Guenon

roman de Pierre-Antoine BROSSAUD

J'ai cru que la journée allait jamais se terminer. J'ai cru que j'allais jamais tenir, que j'allais finir par partir et rentrer. Quand je me suis retrouvée dans la rue, j'ai recommencé à respirer un peu mieux mais je savais que tout ça allait recommencer dès le lendemain matin et je me demandais comment j'allais faire.

Rouergue, 2019, 200 p. (doAdo) ISBN 978-2-8126-1774-4
Rouergue, 2019, 200 p. (doAdo) ISBN 978-2-8126-1774-4

 

Au collège, on la traite de guenon. Parce qu'elle est grosse, Manon, c'est une bonne élève de 3e effacée, qui ne trouve sa place nulle part. Alors elle nous raconte, d'une voix naïve et bouleversante, comment elle fait pour survivre dans la communauté des ados, son admiration pour sa cousine parfaite. Comment vivre dans un corps qu'on n'aime pas ?

 

Pourtant un événement se produit durant cette année de 3e : Manon rencontre Amaury, un ado déscolarisé, assumant sa propre marge. Pour la première fois, elle croit qu'un garçon pose sur elle un vrai regard.

 

(4e de couverture)

Mon avis :

Le harcèlement abordé entre pudeur et cruauté.

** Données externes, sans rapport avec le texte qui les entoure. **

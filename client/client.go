package client

import (
	"context"
	"crypto/tls"
	"crypto/x509"
	"fmt"
	"os"
	"strings"
	"time"

	"google.golang.org/grpc"
	"google.golang.org/grpc/credentials"
	"google.golang.org/grpc/credentials/insecure"
	healthpb "google.golang.org/grpc/health/grpc_health_v1"
	"google.golang.org/grpc/keepalive"

	pb "github.com/residua/residua/proto/residua/v1"
)

// Keepalive is matched with the server's enforcement policy (api: pings no
// more often than every 15 s are permitted): the client pings an idle
// connection every 30 s and gives up on it after 20 s without an answer, so
// an hours-long quiet solve stream stays open through idle-connection
// reapers and a dead server is noticed.
const (
	KeepaliveTime    = 30 * time.Second
	KeepaliveTimeout = 20 * time.Second
)

// DefaultChunkSize is the payload of each upload message: 1 MiB, well under
// gRPC's 4 MiB message limit.
const DefaultChunkSize = 1 << 20

// maxChunkSize bounds WithChunkSize: 4,000,000 bytes of payload still fit a
// 4 MiB message with its framing.
const maxChunkSize = 4_000_000

// Client is a connection to a residua server. Its methods are safe for
// concurrent use.
type Client struct {
	conn   *grpc.ClientConn
	rpc    pb.SolverClient
	chunk  int
	inline int
}

type options struct {
	token    string
	tokenErr error
	tls      *tls.Config
	chunk    int
	inline   int
	dialOpts []grpc.DialOption
}

// Option configures Dial.
type Option func(*options)

// WithToken sends the bearer token with every call.
func WithToken(token string) Option {
	return func(o *options) { o.token = strings.TrimSpace(token) }
}

// WithTokenFile reads the bearer token from a file (surrounding white space
// trimmed), as the server's token file holds it.
func WithTokenFile(path string) Option {
	return func(o *options) {
		b, err := os.ReadFile(path)
		if err != nil {
			o.tokenErr = fmt.Errorf("client: reading the token file: %w", err)
			return
		}
		o.token = strings.TrimSpace(string(b))
	}
}

// WithTLS speaks TLS with the given configuration (nil: the system's roots).
// Without it the connection is plaintext.
func WithTLS(cfg *tls.Config) Option {
	return func(o *options) {
		if cfg == nil {
			cfg = &tls.Config{MinVersion: tls.VersionTLS12}
		}
		o.tls = cfg
	}
}

// WithCAFile speaks TLS and trusts the certificates in a PEM file (for a
// server with a self-signed certificate).
func WithCAFile(path string) Option {
	return func(o *options) {
		pem, err := os.ReadFile(path)
		if err != nil {
			o.tokenErr = fmt.Errorf("client: reading the CA file: %w", err)
			return
		}
		pool := x509.NewCertPool()
		if !pool.AppendCertsFromPEM(pem) {
			o.tokenErr = fmt.Errorf("client: no PEM certificate in %s", path)
			return
		}
		o.tls = &tls.Config{RootCAs: pool, MinVersion: tls.VersionTLS12}
	}
}

// WithChunkSize sets the payload bytes of each upload message (default
// DefaultChunkSize; at most 4,000,000).
func WithChunkSize(n int) Option {
	return func(o *options) { o.chunk = n }
}

// WithInlineVectorBytes sets how many bytes of vectors a solve request
// may carry inline (default 2 MiB, at most 3 MiB so the request fits
// gRPC's 4 MiB message limit); longer vectors are uploaded first with
// UploadVector. Zero uploads every vector.
func WithInlineVectorBytes(n int) Option {
	return func(o *options) { o.inline = n }
}

// WithDialOptions adds gRPC dial options (a custom dialer in tests, for
// example).
func WithDialOptions(opts ...grpc.DialOption) Option {
	return func(o *options) { o.dialOpts = append(o.dialOpts, opts...) }
}

// Dial makes a client for the server at addr (host:port). The connection
// is made lazily: Dial does not wait for the server, and an unreachable
// server shows up as an UNAVAILABLE error from the first call. ctx is not
// kept.
func Dial(ctx context.Context, addr string, opts ...Option) (*Client, error) {
	o := options{chunk: DefaultChunkSize, inline: inlineBudget}
	for _, opt := range opts {
		opt(&o)
	}
	if o.tokenErr != nil {
		return nil, o.tokenErr
	}
	if o.chunk < 1 || o.chunk > maxChunkSize {
		return nil, fmt.Errorf("client: chunk size %d is outside [1, %d]", o.chunk, maxChunkSize)
	}
	if o.inline < 0 || o.inline > maxInline {
		return nil, fmt.Errorf("client: inline vector bytes %d is outside [0, %d]", o.inline, maxInline)
	}
	if err := ctx.Err(); err != nil {
		return nil, err
	}
	dial := []grpc.DialOption{
		grpc.WithKeepaliveParams(keepalive.ClientParameters{
			Time: KeepaliveTime, Timeout: KeepaliveTimeout, PermitWithoutStream: true,
		}),
		// Fixed flow-control windows for what the client receives
		// (solutions), as the server sets for uploads: gRPC's default
		// starts at 64 KiB and makes a multi-megabyte transfer wait on
		// window updates.
		grpc.WithInitialWindowSize(4 << 20),
		grpc.WithInitialConnWindowSize(16 << 20),
	}
	if o.tls != nil {
		dial = append(dial, grpc.WithTransportCredentials(credentials.NewTLS(o.tls)))
	} else {
		dial = append(dial, grpc.WithTransportCredentials(insecure.NewCredentials()))
	}
	if o.token != "" {
		dial = append(dial, grpc.WithPerRPCCredentials(bearer{token: o.token, secure: o.tls != nil}))
	}
	dial = append(dial, o.dialOpts...)
	conn, err := grpc.NewClient(addr, dial...)
	if err != nil {
		return nil, fmt.Errorf("client: %w", err)
	}
	return &Client{conn: conn, rpc: pb.NewSolverClient(conn), chunk: o.chunk, inline: o.inline}, nil
}

// Close closes the connection.
func (c *Client) Close() error { return c.conn.Close() }

// Conn returns the underlying gRPC connection.
func (c *Client) Conn() *grpc.ClientConn { return c.conn }

// RPC returns the generated stub, for calls this package does not wrap.
func (c *Client) RPC() pb.SolverClient { return c.rpc }

// Health asks the standard health service whether the server is serving
// (the empty service name means the whole server).
func (c *Client) Health(ctx context.Context) (healthpb.HealthCheckResponse_ServingStatus, error) {
	resp, err := healthpb.NewHealthClient(c.conn).Check(ctx, &healthpb.HealthCheckRequest{})
	if err != nil {
		return healthpb.HealthCheckResponse_UNKNOWN, err
	}
	return resp.GetStatus(), nil
}

// bearer sends the token as "authorization: Bearer <token>".
type bearer struct {
	token  string
	secure bool
}

func (b bearer) GetRequestMetadata(ctx context.Context, uri ...string) (map[string]string, error) {
	return map[string]string{"authorization": "Bearer " + b.token}, nil
}

// RequireTransportSecurity is false so that a token also works over
// plaintext to a loopback server; over any other network use TLS, or the
// token travels in the clear.
func (b bearer) RequireTransportSecurity() bool { return false }

// Jobs lists the server's jobs, newest first.
func (c *Client) Jobs(ctx context.Context) ([]*pb.Job, error) {
	resp, err := c.rpc.ListJobs(ctx, &pb.ListJobsRequest{})
	if err != nil {
		return nil, err
	}
	return resp.GetJobs(), nil
}

// Job describes one job.
func (c *Client) Job(ctx context.Context, jobID string) (*pb.Job, error) {
	return c.rpc.GetJob(ctx, &pb.GetJobRequest{JobId: jobID})
}

// Cancel cancels a job and returns it as it is after the request.
func (c *Client) Cancel(ctx context.Context, jobID string) (*pb.Job, error) {
	return c.rpc.CancelJob(ctx, &pb.CancelJobRequest{JobId: jobID})
}

// Matrices lists the stored matrices, most recently used first.
func (c *Client) Matrices(ctx context.Context) ([]*pb.Matrix, error) {
	resp, err := c.rpc.ListMatrices(ctx, &pb.ListMatricesRequest{})
	if err != nil {
		return nil, err
	}
	return resp.GetMatrices(), nil
}

// DeleteMatrix deletes a stored matrix and returns the bytes freed.
func (c *Client) DeleteMatrix(ctx context.Context, matrixID string) (int64, error) {
	resp, err := c.rpc.DeleteMatrix(ctx, &pb.DeleteMatrixRequest{Id: matrixID})
	if err != nil {
		return 0, err
	}
	return resp.GetFreedBytes(), nil
}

Ce que Manon subit chaque jour, on l'apprend par bribes, au fil des indices qu'elle glisse l'air de rien dans ses propos. La difficulté à traverser la cour de récré (en regardant ses pieds), de peur des invectives. Le fait qu'elle mange presque toujours seule à la cantine (il n'y a que Maela qui la tolère). Qu'elle s'évertue à ne pas avoir de trop bonnes notes ("Je voulais pas me faire traiter de sale intello"). Qu'elle n'ait pas l'habitude qu'on l'appelle par son prénom. Parce que pour tout le monde, elle est "Guenon", surnom méprisant donné par Jade la peste.

 

Oui Manon est une jeune fille douce et discrète, "très secrète" car personne ne soupçonne son calvaire quotidien. Un mal-être qui semble durer depuis un moment, depuis la primaire (elle est en 3e!..) puisqu'elle évoque "comment on m'embêtait, comment on se moquait de moi depuis le début, depuis tout le temps"... Quand est-ce que tout a basculé? Il y a pourtant eu des moments heureux, notamment avec sa cousine Jeanne à qui tout réussit ("je sais pas s'il y a quelque chose où elle n'est pas excellente"), sans que cela suscite la moindre jalousie de la part de Manon. Mais Jeanne est partie à New York.

 

Alors malgré les insultes de plus en plus virulentes ("Tu pues, Guenon! Va te laver, sale clodo!"), en classe comme sur les réseau sociaux, Manon se tait. Elle a peur d'en parler à sa mère ("elle m'aurait dit que je me faisais des idées, que j'exagérais"), honte aussi, et "les mots restaient coincés dans ma gorge".

Heureusement il y a Amaury. Il vient d'emménager, souffre de phobie scolaire, ne sait rien de ce qu'endure Manon au collège et porte sur elle un regard neuf. Avec lui l'adolescente se sent bien, pleine d'énergie, "prête à relever tous les défis", à faire un régime pour perdre du poids, à se faire belle à nouveau. Mais ses sentiments naissants ne seraient-ils pas en train de l'aveugler?

 

La fin est surprenante, presque choquante. Il est question de désillusion, de souffrance à son paroxysme, une souffrance qui amène à devenir ce que les gens voient en nous puisqu'il est impossible de changer ni même de se faire accepter. C'est abrupt et pourtant on garde l'espoir que l'ampleur de la situation déclenche une prise de conscience de la part des proches de la pauvre Manon... Sinon c'est tout simplement insoutenable.